Up In Flames
Simon & Schuster UK
Copy courtesy of Simon & Schuster AU
Elle Montgomery has always done what has been expected of her. She’s the girl who doesn’t swear, doesn’t drink or smoke or go to parties. She goes to school and she works in her father’s restaurant. She’s been dating the son of the local pastor for two years now and it’s assumed that now that school has finished and they’ve graduated, they’ll get engaged. Logan will take over his father’s farm and they’ll pop out little babies and live happily every.
But inside Elle, a part of her is screaming to break out of this mold. She’s tired of living her life the way everyone else wants her to, the way everyone else expects her to. She’s applied for college and she hasn’t told anyone – not her father, not her best friend and certainly not Logan. Everyone else has Elle’s life mapped out for her but it seems that no one has actually thought to ask her what she wants.
And then Elle meets Cole Carson, a smokejumper in town for the summer to help fight the dangerous bushfires. Cole is an adrenalin junkie who has lived his life for himself, never for anyone else. He has freedom. At first glance, he and Elle could not be more different. But with Cole, Elle feels that wild girl inside that is dying to get out. He makes her want to do things. He makes her feel things.
But Cole is only in town for the summer. He has no roots anywhere. And Elle is still struggling with herself, with who she is and what she really wants deep down inside.
This is the second book I’ve read that contains infidelity recently but the circumstances and the way in which it is handled is very different. In this book, Elle has just graduated high school. She’s been raised by her widower father who wants to wrap her up in cotton wool and protect her, feeling as though he failed to protect Elle’s mother. As a result, Elle has been brought up in a strict environment and is the girl who always does what is expected of her. She doesn’t break curfew, or go drinking at parties and she’s been in a very chaste relationship with Logan for the past 2 years. It’s expected now that they will take the next step to marriage, despite their young ages. It seems as though no one has asked Elle how she feels about this, just assuming it’s what she wants and that she’ll go along with it. Elle never rocks the boat, she never speaks up, so why should now be any different? When she meets Cole, he swiftly points out that if she doesn’t do something, say something, her whole life will have passed her by before she realises it and she won’t have done one thing that she herself wanted to do.

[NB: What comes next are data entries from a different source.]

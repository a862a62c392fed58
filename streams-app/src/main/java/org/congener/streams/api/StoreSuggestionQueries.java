package org.congener.streams.api;

import java.util.Optional;
import java.util.function.LongSupplier;

import org.apache.kafka.common.serialization.Serdes;
import org.apache.kafka.streams.KafkaStreams;
import org.apache.kafka.streams.KeyQueryMetadata;
import org.apache.kafka.streams.StoreQueryParameters;
import org.apache.kafka.streams.errors.InvalidStateStoreException;
import org.apache.kafka.streams.state.HostInfo;
import org.apache.kafka.streams.state.QueryableStoreTypes;
import org.apache.kafka.streams.state.ReadOnlyKeyValueStore;
import org.congener.schemas.CatalogEntry;
import org.congener.schemas.InventoryEvent;
import org.congener.streams.model.Alternatives;
import org.congener.streams.model.LiveModel;
import org.congener.streams.model.ModelAssembler;
import org.congener.schemas.Suggestions;
import org.congener.streams.SuggestionTopology;

/**
 * Answers queries from the streams app's stores. The {@code latest-suggestions} table is partitioned by
 * researcher; Kafka Streams' metadata ({@code queryMetadataForKey}) says which instance holds a
 * researcher's partition, and a query for a list held elsewhere is forwarded to that instance's query
 * API. The researchers table is global, so every instance answers "is this a researcher" itself.
 */
public final class StoreSuggestionQueries implements SuggestionQueries {

    private static final org.apache.kafka.common.serialization.Deserializer<Suggestions> LIST_READER =
            org.congener.streams.serde.RecordSerdes.storeValue(org.congener.schemas.TopicName.SUGGESTIONS,
                    Suggestions.class).deserializer();

    private final int maxItems;
    private final RemoteSuggestions remote = new RemoteSuggestions();
    private volatile KafkaStreams streams;
    private volatile HostInfo self;
    private volatile LongSupplier deadLetters = () -> 0;
    private volatile ModelAssembler models;

    public StoreSuggestionQueries(int maxItems) {
        this.maxItems = maxItems;
    }

    /**
     * Connects the queries to the running app; until then every query answers "not ready".
     *
     * @param self the address in {@code application.server}, i.e. how other instances reach this one
     */
    public void attach(KafkaStreams streams, HostInfo self, LongSupplier deadLetters, ModelAssembler models) {
        this.models = models;
        this.self = self;
        this.deadLetters = deadLetters;
        this.streams = streams;
    }

    @Override
    public Optional<Suggestions> latest(String researcherId, boolean localOnly) {
        KafkaStreams app = running();
        if (!localOnly) {
            KeyQueryMetadata metadata = app.queryMetadataForKey(SuggestionTopology.LATEST_SUGGESTIONS_STORE,
                    researcherId, Serdes.String().serializer());
            if (metadata == null || KeyQueryMetadata.NOT_AVAILABLE.equals(metadata)) {
                throw new NotReadyException("no instance holds researcher '" + researcherId
                        + "' right now (streams state " + app.state() + "); try again shortly");
            }
            if (!metadata.activeHost().equals(self)) {
                return remote.fetch(metadata.activeHost(), researcherId);
            }
        }
        // the store holds the JSON the app published; read without a schema check, it wrote them itself
        byte[] json = get(app, SuggestionTopology.LATEST_SUGGESTIONS_STORE, researcherId);
        return Optional.ofNullable(LIST_READER.deserialize(null, json));
    }

    @Override
    public boolean isKnownResearcher(String researcherId) {
        return get(running(), SuggestionTopology.RESEARCHERS_STORE, researcherId) != null;
    }

    @Override
    public boolean isKnownCompound(String compoundId) {
        return get(running(), SuggestionTopology.CATALOG_STORE, compoundId) != null;
    }

    @Override
    public Alternatives.Lists alternatives(String compoundId, int n, boolean inStockOnly) {
        KafkaStreams app = running();
        LiveModel model = models == null ? null : models.live();
        if (model == null) {
            throw new NotReadyException("no model version is live yet; alternatives need one");
        }
        ReadOnlyKeyValueStore<String, CatalogEntry> catalog = store(app, SuggestionTopology.CATALOG_STORE);
        ReadOnlyKeyValueStore<String, InventoryEvent> stock = store(app, SuggestionTopology.STOCK_STORE);
        try {
            return Alternatives.of(model, compoundId, n, id -> {
                CatalogEntry entry = catalog.get(id);
                if (entry == null || !entry.active()) {
                    return false;
                }
                return !inStockOnly || inStock(stock, id);
            }).map(a -> {
                CatalogEntry entry = catalog.get(a.compoundId());
                return a.withFacts(entry.name(), inStock(stock, a.compoundId()), entry.hazardCodes());
            });
        } catch (InvalidStateStoreException e) {
            throw notReady(app, SuggestionTopology.CATALOG_STORE);
        }
    }

    @Override
    public boolean isInStock(String compoundId) {
        InventoryEvent last = get(running(), SuggestionTopology.STOCK_STORE, compoundId);
        return last != null && last.quantityOnHand() > 0;
    }

    /** The value under {@code key} in this instance's store {@code name}, or null; 503 while not queryable. */
    private static <V> V get(KafkaStreams app, String name, String key) {
        ReadOnlyKeyValueStore<String, V> store = store(app, name);
        try {
            return store.get(key);
        } catch (InvalidStateStoreException e) {
            throw notReady(app, name);
        }
    }

    /** In stock: the compound's latest inventory event has quantity on hand above zero. */
    private static boolean inStock(ReadOnlyKeyValueStore<String, InventoryEvent> stock, String compoundId) {
        InventoryEvent last = stock.get(compoundId);
        return last != null && last.quantityOnHand() > 0;
    }

    @Override
    public Health health() {
        KafkaStreams app = streams;
        if (app == null) {
            return new Health("STARTING", false, 0);
        }
        KafkaStreams.State state = app.state();
        return new Health(state.name(), state == KafkaStreams.State.RUNNING, deadLetters.getAsLong());
    }

    @Override
    public int maxItems() {
        return maxItems;
    }

    private KafkaStreams running() {
        KafkaStreams app = streams;
        if (app == null) {
            throw new NotReadyException("the streams app is starting; try again shortly");
        }
        return app;
    }

    private static <V> ReadOnlyKeyValueStore<String, V> store(KafkaStreams app, String name) {
        try {
            return app.store(StoreQueryParameters.fromNameAndType(name, QueryableStoreTypes.<String, V>keyValueStore()));
        } catch (InvalidStateStoreException e) {
            throw notReady(app, name);
        }
    }

    private static NotReadyException notReady(KafkaStreams app, String name) {
        return new NotReadyException("store " + name + " is not ready (streams state " + app.state()
                + "); try again shortly");
    }
}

I get where Cole is coming from, and I agree with him. I also sort of understand what it might be like for Elle, finding some excitement and sexual attraction with Cole but oh man does she go about things the wrong way. She and Logan haven’t really done much more than kiss but after experiencing things with Cole, she starts pushing Logan’s buttons, waking up his sex drive as well. They don’t go all the way but they go further than they have before and she’s back and forth between Cole and Logan, often playing games in front of the other. The scene in the bowling alley where Elle is bowling with Logan and her friends and Cole shows up with a girl and they engage in some sort of “make out off” to make the other jealous is cringeworthy and reflects terribly on both of them. The excuses come thick and fast later and I can’t quite wrap my head around the fact that Cole and Elle really barely know each other but they’re so invested in this. Cole plays devastated and tortured pretty well and in most circumstances, I’d have found it well done but my brain just kept saying you met her two days ago. What the heck? I really didn’t like the fact that Elle just went back and forth between them for a while, playing Logan. She wasn’t quite willing to let him go because she didn’t quite know what would happen with Cole. As soon as Cole made her feel like he’d be sticking around, she wanted to drop Logan like a hot potato but she didn’t do it right away and of course the poor guy found out in about the worst possible way. It made Elle seem really unnecessarily cruel and as she kept telling herself, she’d known Logan since she was little and he was a friend as well – so why treat him that way? She needed to own her decisions, not take the coward’s way out.
This book had potential – I enjoy stories of people finding out who they really are and having the courage to break the shackles and stand up for what they really want. But there’s a way to do that without being well, horrid and unfortunately Elle really failed that. The shallow encounters with Cole weren’t really enough to build up a credible connection. I felt like the two of them sometimes brought out the worst in each other as well as the best – such as the ridiculous jealousy and need to hurt and punish each other for misunderstandings. If they’d started on a clean slate, if Cole had backed up his statement about not wanting her while she was with someone else, it might’ve come across better. But their relationship, for lack of a better term, had so many things wrong with it in the beginning that it managed to showcase them both in a very unflattering way. Although it was interesting to read from the point of view of such a flawed protagonist who made so many mistakes, it made it very difficult to enjoy the story because of her actions at times.